In an email after publication, an America First Legal spokesperson cited a 1991 9th Circuit decision in a case brought by a federal judge seeking to force the Administrative Office to pay for a private defense attorney he wanted to hire in a lawsuit brought over his work as a judge. In that ruling, the 9th Circuit found that AO was a “non-Article III adjunct,” akin to a magistrate judge or special master: a body that serves the courts, but is not a court itself. America First Legal didn’t immediately reply to a follow-up question from TPM about whether it could address its claim that the Judicial Conference is also an independent agency of the executive branch.

When the suit was filed in April, it received a small round of coverage that focused on FOIA element of the claim.

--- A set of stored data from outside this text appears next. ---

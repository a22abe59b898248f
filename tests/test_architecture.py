"""Import rules (DEVELOPERS.md): stages are pure; only monitor.db knows the database; only monitor.cli knows click."""

from __future__ import annotations

import ast
import subprocess
import sys
from pathlib import Path

import pytest

from tests.conftest import REPO_ROOT

PURE = ["monitor.trend", "monitor.estimate", "monitor.design", "monitor.schedule", "monitor.power",
        "monitor.report", "monitor.io", "monitor.quality"]
DATABASE_LIBRARIES = ("sqlalchemy", "sqlmodel", "alembic")


@pytest.mark.parametrize("module", PURE)
def test_pure_packages_load_neither_database_nor_click(module):
    if not (REPO_ROOT / module.replace(".", "/")).is_dir():
        pytest.skip(f"{module} not present")
    code = (
        f"import sys, importlib, pkgutil; m = importlib.import_module('{module}');"
        "[importlib.import_module(i.name) for i in pkgutil.walk_packages(m.__path__, m.__name__ + '.')];"
        "bad = sorted(k for k in sys.modules if k.split('.')[0] in ('sqlalchemy', 'sqlmodel', 'alembic', 'click'));"
        "print(','.join(bad))"
    )
    result = subprocess.run([sys.executable, "-c", code], capture_output=True, text=True, cwd=REPO_ROOT, check=True)
    assert result.stdout.strip() == "", f"{module} pulls in {result.stdout.strip()}"


def _imports(path: Path) -> set[str]:
    tree = ast.parse(path.read_text())
    names = set()
    for node in ast.walk(tree):
        if isinstance(node, ast.Import):
            names.update(a.name.split(".")[0] for a in node.names)
        elif isinstance(node, ast.ImportFrom) and node.module and node.level == 0:
            names.add(node.module.split(".")[0])
    return names


def test_only_the_db_package_imports_database_libraries():
    offenders = []
    for path in (REPO_ROOT / "monitor").rglob("*.py"):
        rel = path.relative_to(REPO_ROOT / "monitor")
        if rel.parts[0] in ("db",):
            continue
        used = _imports(path) & set(DATABASE_LIBRARIES)
        if used:
            offenders.append(f"{rel}: {sorted(used)}")
    assert offenders == []


def test_only_the_cli_imports_click():
    offenders = [str(p.relative_to(REPO_ROOT)) for p in (REPO_ROOT / "monitor").rglob("*.py")
                 if p.relative_to(REPO_ROOT / "monitor").parts[0] != "cli" and "click" in _imports(p)]
    assert offenders == []


WEB_LIBRARIES = {"starlette", "uvicorn", "multipart", "python_multipart", "fastapi", "httpx", "httpx2"}


def test_only_the_web_package_imports_the_web_framework():
    """monitor/web sits beside monitor/cli (web -> services); nothing else knows the framework or the server."""
    offenders = [f"{p.relative_to(REPO_ROOT)}: {sorted(_imports(p) & WEB_LIBRARIES)}"
                 for p in (REPO_ROOT / "monitor").rglob("*.py")
                 if p.relative_to(REPO_ROOT / "monitor").parts[0] != "web" and _imports(p) & WEB_LIBRARIES]
    assert offenders == []
    assert "starlette" in _imports(REPO_ROOT / "monitor" / "web" / "app.py")  # the rule has something to hold


def test_the_web_package_calls_services_not_the_database():
    """The pages go through the services like the command line: no database library, no monitor.db."""
    offenders = []
    for path in (REPO_ROOT / "monitor" / "web").rglob("*.py"):
        tree = ast.parse(path.read_text())
        for node in ast.walk(tree):
            if isinstance(node, ast.ImportFrom) and node.module and node.module.startswith("monitor.db"):
                offenders.append(f"{path.relative_to(REPO_ROOT)}: {node.module}")
            if isinstance(node, ast.Import) and any(a.name.startswith("monitor.db") for a in node.names):
                offenders.append(str(path.relative_to(REPO_ROOT)))
    assert offenders == []


def test_pure_packages_do_not_load_the_web_framework():
    code = ("import sys, importlib; [importlib.import_module(m) for m in " + repr(PURE + ["monitor.services"]) + "];"
            "print(','.join(sorted(k for k in sys.modules if k.split('.')[0] in ('starlette', 'uvicorn'))))")
    result = subprocess.run([sys.executable, "-c", code], capture_output=True, text=True, cwd=REPO_ROOT, check=True)
    assert result.stdout.strip() == ""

Legal experts suggested to TPM that the FOIA piece is something of a trojan horse. The Judicial Conference and Administrative Office’s denial of the FOIA request provides standing to sue, and thereby ask a federal judge to declare that the two judicial bodies “are subject to the FOIA as independent agencies within the executive branch.”

In terms of importance, a judge finding that core parts of the judiciary are independent agencies of the executive branch would dwarf any FOIA material America First Legal might receive. The lawsuit itself seems to acknowledge this. At one point, in language channeling that of a protection racket, America First Legal observes that “Federal courts rely on the executive branch for facility management and security. Federal judges, as officers of the courts, need resources to fulfill their constitutional obligations.”

New extreme for an old theory

There is a level of irony here.

For years, conservative legal scholars have pushed the idea that power in the executive is unitary, granting the President the ability to exert direct control over all federal officials who carry out federal law. It opens the door to a level of presidential power that hasn’t been seen until this administration, and which the Supreme Court may ratify this term.

This lawsuit asks the judiciary to extend that logic to its own operations, potentially dealing a fatal blow to judicial independence.

This argument reaches a provocative peak when it comes to the Judicial Conference of the United States. There, the Chief Justice of the Supreme Court can appoint members to committees. The lawsuit says that this means Roberts may, at times, fall under the President’s power — for FOIA purposes, of course.

“Accordingly, if the Chief Justice does indeed have this power to appoint officers, then he must be acting as an agency head, subjecting the Judicial Conference to the FOIA,” the suit reads.

Melissa Murray, a professor at NYU Law, pointed out that the suit raises a number of bizarre scenarios. If it makes it to the Supreme Court, “does the Chief Justice have to recuse himself?” she asked.

“It does seem like poking the bear,” she added.

As of this writing, lawyers for Roberts and the U.S. Courts director have not appeared on the docket. In other cases filed against parts of the judiciary, the Justice Department’s Civil Division has appointed attorneys.

The DOJ did not return a request for comment. The Administrative Office of U.S. Courts declined to comment. The Supreme Court also did not return requests for comment.

This doesn’t necessarily mean that federal courthouses will soon start serving Trump steaks, or that Kid Rock will be called on to provide filler sound during sidebar sessions.

Blake Emerson, a professor at UCLA Law, called the suit’s claims “outlandish,” and said that if it somehow succeeded, it would grant the White House control over “the means by which the judicial branch functionally operates.”

O’Connell, the Stanford Law Professor, described it to TPM as more of an attempt to tell a story about “how much power they think the executive should have” than a serious legal claim.

“There is no chance that this will prevail,” she said.